_Data for review_
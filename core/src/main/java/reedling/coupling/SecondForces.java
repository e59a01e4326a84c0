// SPDX-License-Identifier: Apache-2.0
package reedling.coupling;

import static reedling.contact.ContactBlock.at;
import static reedling.contact.ContactBlock.load;

import jdk.incubator.vector.DoubleVector;
import reedling.contact.Column;
import reedling.contact.ContactBlock;
import reedling.math.Lanes;
import reedling.math.Tile;

/**
 * Engine stage after {@link FirstForces}: force F and torque l2 f x n + M of the second body, likewise. Writes
 * over the gathered columns, which nobody reads any more.
 */
final class SecondForces implements RowStage {

    private static final int TO = ForceRows.SECOND;

    @Override
    public void run(RowRange rows) {
        ContactBlock block = rows.block();
        if (Lanes.VECTORISED) {
            vector(block.columns(), block.rows());
        } else {
            scalar(block.columns(), block.rows());
        }
    }

    private static void vector(double[] c, int rows) {
        for (int r = 0; r < rows; r += Lanes.TILE) {
            DoubleVector nx = load(c, Column.NORMAL, r),
                    ny = load(c, Column.NORMAL + 1, r),
                    nz = load(c, Column.NORMAL + 2, r);
            DoubleVector fx = load(c, Column.FRICTION, r);
            DoubleVector fy = load(c, Column.FRICTION + 1, r);
            DoubleVector fz = load(c, Column.FRICTION + 2, r);
            DoubleVector lever = load(c, Column.LEVER_SECOND, r);
            DoubleVector qx = fy.mul(nz).sub(fz.mul(ny)).mul(lever);
            DoubleVector qy = fz.mul(nx).sub(fx.mul(nz)).mul(lever);
            DoubleVector qz = fx.mul(ny).sub(fy.mul(nx)).mul(lever);
            store4(qx.add(load(c, Column.ROLLING_MOMENT, r)), load(c, ContactForce.TOTAL, r), c, 0, r);
            store4(qy.add(load(c, Column.ROLLING_MOMENT + 1, r)), load(c, ContactForce.TOTAL + 1, r), c, 1, r);
            store4(qz.add(load(c, Column.ROLLING_MOMENT + 2, r)), load(c, ContactForce.TOTAL + 2, r), c, 2, r);
            store4(load(c, Column.STIFFNESS, r), load(c, Column.SLIDING_STIFFNESS, r), c, 3, r);
        }
    }

    private static void store4(DoubleVector torque, DoubleVector force, double[] c, int column, int row) {
        Tile.store4(torque, force, c, at(TO + column) + row, ForceRows.STRIDE);
    }

    private static void scalar(double[] c, int rows) {
        for (int r = 0; r < rows; r++) {
            double nx = c[at(Column.NORMAL) + r], ny = c[at(Column.NORMAL + 1) + r], nz = c[at(Column.NORMAL + 2) + r];
            double fx = c[at(Column.FRICTION) + r],
                    fy = c[at(Column.FRICTION + 1) + r],
                    fz = c[at(Column.FRICTION + 2) + r];
            double lever = c[at(Column.LEVER_SECOND) + r];
            c[at(TO) + r] = (fy * nz - fz * ny) * lever + c[at(Column.ROLLING_MOMENT) + r];
            c[at(TO + 1) + r] = (fz * nx - fx * nz) * lever + c[at(Column.ROLLING_MOMENT + 1) + r];
            c[at(TO + 2) + r] = (fx * ny - fy * nx) * lever + c[at(Column.ROLLING_MOMENT + 2) + r];
            c[at(TO + 3) + r] = c[at(Column.STIFFNESS) + r];
            c[at(TO + 4) + r] = c[at(ContactForce.TOTAL) + r];
            c[at(TO + 5) + r] = c[at(ContactForce.TOTAL + 1) + r];
            c[at(TO + 6) + r] = c[at(ContactForce.TOTAL + 2) + r];
            c[at(TO + 7) + r] = c[at(Column.SLIDING_STIFFNESS) + r];
        }
    }
}
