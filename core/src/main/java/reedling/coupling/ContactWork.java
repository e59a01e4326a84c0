// SPDX-License-Identifier: Apache-2.0
package reedling.coupling;

import static reedling.contact.ContactBlock.at;
import static reedling.contact.ContactBlock.load;

import jdk.incubator.vector.DoubleVector;
import jdk.incubator.vector.FloatVector;
import jdk.incubator.vector.VectorOperators;
import reedling.contact.Column;
import reedling.contact.ContactBlock;
import reedling.math.Lanes;
import reedling.neighbour.PairSegment;

/** Engine stage after the laws: books the work against friction and rolling resistance, 1/2 (old + new force) . motion. */
final class ContactWork implements RowStage {

    private static final int FRICTION_OLD = Lanes.TILE; // float column 1 of the ledger history
    private static final int MOMENT_OLD = 4 * Lanes.TILE;

    @Override
    public void run(RowRange rows) {
        if (rows.block().energyDue()) {
            rows.tally().store(rows.block(), ContactTally.SPRINGS);
        }
        if (Lanes.VECTORISED) {
            vector(rows.block(), rows.ledger(), rows.ledgerAt(), rows.tally().sums());
        } else {
            scalar(rows.block(), rows.ledger(), rows.ledgerAt(), rows.tally().sums());
        }
    }

    private static void vector(ContactBlock block, float[] ledger, int ledgerAt, double[] sums) {
        double[] c = block.columns();
        DoubleVector half = DoubleVector.broadcast(Lanes.SPECIES, 0.5 * block.step());
        DoubleVector sliding = DoubleVector.fromArray(Lanes.SPECIES, sums, ContactTally.SLIDING);
        DoubleVector rolling = DoubleVector.fromArray(Lanes.SPECIES, sums, ContactTally.ROLLING);
        for (int r = 0; r < block.rows(); r += Lanes.TILE) {
            int l = ledgerAt + PairSegment.LEDGER_COLUMNS * r;
            for (int axis = 0; axis < 3; axis++) {
                DoubleVector friction = load(c, Column.FRICTION + axis, r);
                int f = l + FRICTION_OLD + Lanes.TILE * axis;
                sliding = old(ledger, f).add(friction).mul(half).fma(load(c, Column.SLIDING + axis, r), sliding);
                keep(friction, ledger, f);
                DoubleVector moment = load(c, Column.ROLLING_MOMENT + axis, r);
                int m = l + MOMENT_OLD + Lanes.TILE * axis;
                rolling = old(ledger, m).add(moment).mul(half).fma(load(c, Column.SPIN + axis, r), rolling);
                keep(moment, ledger, m);
            }
        }
        sliding.intoArray(sums, ContactTally.SLIDING);
        rolling.intoArray(sums, ContactTally.ROLLING);
    }

    private static DoubleVector old(float[] ledger, int at) {
        return (DoubleVector) FloatVector.fromArray(FloatVector.SPECIES_256, ledger, at)
                .convertShape(VectorOperators.F2D, Lanes.SPECIES, 0);
    }

    private static void keep(DoubleVector value, float[] ledger, int at) {
        ((FloatVector) value.convertShape(VectorOperators.D2F, FloatVector.SPECIES_256, 0)).intoArray(ledger, at);
    }

    private static void scalar(ContactBlock block, float[] ledger, int ledgerAt, double[] sums) {
        double[] c = block.columns();
        double half = 0.5 * block.step();
        for (int r = 0; r < block.rows(); r++) {
            int lane = r & Lanes.TILE - 1;
            int l = ledgerAt + PairSegment.LEDGER_COLUMNS * (r - lane) + lane;
            for (int axis = 0; axis < 3; axis++) {
                double friction = c[at(Column.FRICTION + axis) + r];
                int f = l + FRICTION_OLD + Lanes.TILE * axis;
                double slid = c[at(Column.SLIDING + axis) + r];
                sums[ContactTally.SLIDING + lane] =
                        Math.fma((ledger[f] + friction) * half, slid, sums[ContactTally.SLIDING + lane]);
                ledger[f] = (float) friction;
                double moment = c[at(Column.ROLLING_MOMENT + axis) + r];
                int m = l + MOMENT_OLD + Lanes.TILE * axis;
                double spun = c[at(Column.SPIN + axis) + r];
                sums[ContactTally.ROLLING + lane] =
                        Math.fma((ledger[m] + moment) * half, spun, sums[ContactTally.ROLLING + lane]);
                ledger[m] = (float) moment;
            }
        }
    }
}
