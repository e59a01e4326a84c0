// SPDX-License-Identifier: Apache-2.0
package reedling.coupling;

import reedling.particle.GrainRow;
import reedling.particle.GrainStore;

/**
 * Moves the near grains of a chunk on the fine step of the structure. Their coarse forces reach them as half kicks at both
 * ends of the coarse step, the forces of wires as half kicks of every fine step (multiple time stepping after Tuckerman,
 * Berne and Martyna, 1992; from memory).
 */
final class NearMotion {

    private NearMotion() {}

    /**
     * First fine step of a coarse one: closes both past half kicks, notes energies, opens both new ones and drifts. The
     * coarse closing kick was already given to every grain of the chunk.
     *
     * @param halfPastFine half of the past fine step, s
     * @param next the next coarse step, s
     * @param nextFine its fine step, s
     */
    static void first(
            WireChunk chunk,
            GrainStore grains,
            double halfPastFine,
            double next,
            double nextFine,
            boolean energyDue,
            MoveTally tally) {
        NearGrains near = chunk.near();
        double[] rows = grains.rows();
        double[] forces = grains.forces();
        double halfNext = 0.5 * next;
        double halfNextFine = 0.5 * nextFine;
        for (int k = 0; k < near.count(); k++) {
            int grain = near.grain(k);
            int at = GrainRow.at(grain);
            int coarse = GrainRow.forceAt(grain);
            int fine = NearGrains.forceAt(k);
            GrainMotion.kick(rows, at, near.forces(), fine, halfPastFine);
            if (energyDue) {
                tally.kinetic(GrainMotion.kineticEnergy(rows, at));
            }
            GrainMotion.kick(rows, at, forces, coarse, halfNext);
            GrainMotion.kick(rows, at, near.forces(), fine, halfNextFine);
            GrainMotion.drift(rows, at, nextFine, tally);
            GrainMotion.frequency(rows, at, forces, coarse, tally);
            GrainMotion.clear(forces, coarse);
            GrainMotion.clear(near.forces(), fine);
        }
    }

    /**
     * A further fine step: closes one half kick, opens the next, drifts.
     *
     * @param halfPast half of the fine step that ends, s
     * @param next the next fine step, s
     */
    static void further(WireChunk chunk, GrainStore grains, double halfPast, double next, MoveTally tally) {
        NearGrains near = chunk.near();
        double[] rows = grains.rows();
        double halfNext = 0.5 * next;
        for (int k = 0; k < near.count(); k++) {
            int at = GrainRow.at(near.grain(k));
            int f = NearGrains.forceAt(k);
            GrainMotion.kick(rows, at, near.forces(), f, halfPast);
            GrainMotion.kick(rows, at, near.forces(), f, halfNext);
            GrainMotion.drift(rows, at, next, tally);
            GrainMotion.clear(near.forces(), f);
        }
    }
}
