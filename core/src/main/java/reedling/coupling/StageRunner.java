// SPDX-License-Identifier: Apache-2.0
package reedling.coupling;

import static reedling.contact.ContactBlock.at;

import reedling.contact.Column;
import reedling.contact.ContactBlock;
import reedling.contact.ContactKernel;
import reedling.contact.LawSet;

/** Runs the stages of a block after it was gathered: normal law, solve, friction, rolling, finish. */
final class StageRunner {

    private StageRunner() {}

    static void run(ContactBlock block, LawSet.Bound laws, float[] ledger, int ledgerAt, ContactTally tally) {
        laws.normal().apply(block);
        if (block.energyDue()) {
            tally.store(block, ContactTally.STORED);
            block.clear(Column.STORED_ENERGY, 1);
        }
        NormalSolve.solve(block, ledger, ledgerAt, tally);
        ContactKernel tangential = laws.tangential();
        if (tangential != null) {
            tangential.apply(block);
        } else {
            block.clear(Column.FRICTION, 4);
        }
        ContactKernel rolling = laws.rolling();
        if (rolling != null) {
            rolling.apply(block);
        } else {
            block.clear(Column.ROLLING_MOMENT, 3);
        }
        ContactFinish.finish(block, ledger, ledgerAt, tally);
    }

    /** Limits the step for rows that do not touch now but are about to; call before the stages write over the gather. */
    static void approach(ContactBlock block, ContactKernel normal, ApproachRule rule, ContactTally tally) {
        double[] c = block.columns();
        int overlap = at(Column.OVERLAP);
        for (int r = 0; r < block.rows(); r++) {
            double gap = -c[overlap + r];
            if (gap >= 0) {
                double closing = c[at(Column.CLOSING) + r];
                if (rule.concerns(gap, closing)) {
                    double radius = c[at(Column.EFFECTIVE_RADIUS) + r];
                    double mass = c[at(Column.EFFECTIVE_MASS) + r];
                    tally.approach(rule.limit(gap, closing, normal.duration(closing, radius, mass)));
                }
            }
        }
    }
}
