// SPDX-License-Identifier: Apache-2.0
package reedling.coupling;

/**
 * The step that led to the present positions.
 *
 * @param coarse length of the step, s; 0 at the start of a run
 * @param fine length of its last fine step, s
 */
public record PastStep(double coarse, double fine) {}
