// SPDX-License-Identifier: Apache-2.0
package reedling.coupling;

/**
 * One stage of the work on a block of contact rows. Stages are called from one place, through this interface, so that
 * the compiler builds each for itself: a vector kernel that is inlined into a larger method passes the compiler's limit
 * on inlined code, and every vector becomes an object on the heap (measured: twenty times slower).
 */
interface RowStage {

    void run(RowRange rows);
}
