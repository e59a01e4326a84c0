// SPDX-License-Identifier: Apache-2.0
package reedling.coupling;

import java.util.ArrayList;
import java.util.List;
import reedling.wall.Wall;
import reedling.wall.WallPose;

/** All facets of all walls, numbered through; the walls' poses are advanced between phases. */
public final class WallFacets {

    private final List<WallPose> poses = new ArrayList<>();
    private final int[] wallOf;
    private final int[] facetOf;

    /**
     * @param time s, when the walls stand as they do now
     */
    public WallFacets(List<Wall> walls, double time) {
        int count = walls.stream().mapToInt(wall -> wall.surface().facets()).sum();
        wallOf = new int[count];
        facetOf = new int[count];
        int next = 0;
        for (Wall wall : walls) {
            for (int facet = 0; facet < wall.surface().facets(); facet++) {
                wallOf[next] = poses.size();
                facetOf[next++] = facet;
            }
            poses.add(new WallPose(wall, time));
        }
    }

    /** Number of facets. */
    public int count() {
        return wallOf.length;
    }

    /** Walls, each at its present place. */
    public List<WallPose> walls() {
        return poses;
    }

    int wallOf(int facet) {
        return wallOf[facet];
    }

    WallPose pose(int facet) {
        return poses.get(wallOf[facet]);
    }

    /** Gap between a point and a facet, m, with the normal towards the wall. */
    double gap(int facet, double x, double y, double z, double[] normal) {
        return pose(facet).gap(facetOf[facet], x, y, z, normal);
    }

    double effectiveRadius(int facet, double grainRadius) {
        return pose(facet).wall().surface().effectiveRadius(facetOf[facet], grainRadius);
    }
}
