// SPDX-License-Identifier: Apache-2.0
package reedling.coupling;

import reedling.math.StepLadder;

/**
 * How long the next step may be so that bodies about to touch are not carried into a contact by a step that is too long
 * for it.
 *
 * <pre>limit = max(t_r, gap / v - 0.4 t_r),  t_r = rung below t_c(v) / N</pre>
 *
 * The step may be long until the touch point, but none that creates an overlap is longer than t_c / N; stopping 0.4 of a
 * contact step before the touch makes the error of the dashpot's start cancel.
 *
 * <p>Threads: one for a run; {@link #longestStep(double)} is set between phases.
 */
final class ApproachRule {

    /** Bodies farther apart than their closing speed covers in so many longest steps need no limit. */
    private static final double HORIZON = 1.4;

    private static final double BEFORE_TOUCH = 0.4;

    private final double stepsPerContact;
    private double longestStep;

    /**
     * @param stepsPerContact N
     */
    ApproachRule(double stepsPerContact) {
        this.stepsPerContact = stepsPerContact;
    }

    /** Sets the length that the next step will not exceed, s. */
    void longestStep(double seconds) {
        longestStep = seconds;
    }

    /** What is left of a gap, m, before the reach of the laws, m, or inside it before the touch. */
    static double ahead(double gap, double reach) {
        return gap > reach ? gap - reach : gap;
    }

    /** True when a gap (m) may close soon enough, at a closing speed (m/s), to limit the step. */
    boolean concerns(double gap, double closing) {
        return gap < HORIZON * longestStep * closing;
    }

    /** Longest step, s, for a gap (m), a closing speed (m/s) and the duration t_c (s) of the contact to come. */
    double limit(double gap, double closing, double duration) {
        double rung = StepLadder.floor(duration / stepsPerContact);
        return Math.max(rung, gap / closing - BEFORE_TOUCH * rung);
    }
}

_Problem requirements_
Copy the entries above exactly, but only from the line holding "past fine step, s" through the line holding "int at = GrainRow.at(near.grain(k));", both included.

_Result_
     * @param halfPastFine half of the past fine step, s
     * @param next the next coarse step, s
     * @param nextFine its fine step, s
     */
    static void first(
            WireChunk chunk,
            GrainStore grains,
            double halfPastFine,
            double next,
            double nextFine,
            boolean energyDue,
            MoveTally tally) {
        NearGrains near = chunk.near();
        double[] rows = grains.rows();
        double[] forces = grains.forces();
        double halfNext = 0.5 * next;
        double halfNextFine = 0.5 * nextFine;
        for (int k = 0; k < near.count(); k++) {
            int grain = near.grain(k);
            int at = GrainRow.at(grain);
            int coarse = GrainRow.forceAt(grain);
            int fine = NearGrains.forceAt(k);
            GrainMotion.kick(rows, at, near.forces(), fine, halfPastFine);
            if (energyDue) {
                tally.kinetic(GrainMotion.kineticEnergy(rows, at));
            }
            GrainMotion.kick(rows, at, forces, coarse, halfNext);
            GrainMotion.kick(rows, at, near.forces(), fine, halfNextFine);
            GrainMotion.drift(rows, at, nextFine, tally);
            GrainMotion.frequency(rows, at, forces, coarse, tally);
            GrainMotion.clear(forces, coarse);
            GrainMotion.clear(near.forces(), fine);
        }
    }

    /**
     * A further fine step: closes one half kick, opens the next, drifts.
     *
     * @param halfPast half of the fine step that ends, s
     * @param next the next fine step, s
     */
    static void further(WireChunk chunk, GrainStore grains, double halfPast, double next, MoveTally tally) {
        NearGrains near = chunk.near();
        double[] rows = grains.rows();
        double halfNext = 0.5 * next;
        for (int k = 0; k < near.count(); k++) {
            int at = GrainRow.at(near.grain(k));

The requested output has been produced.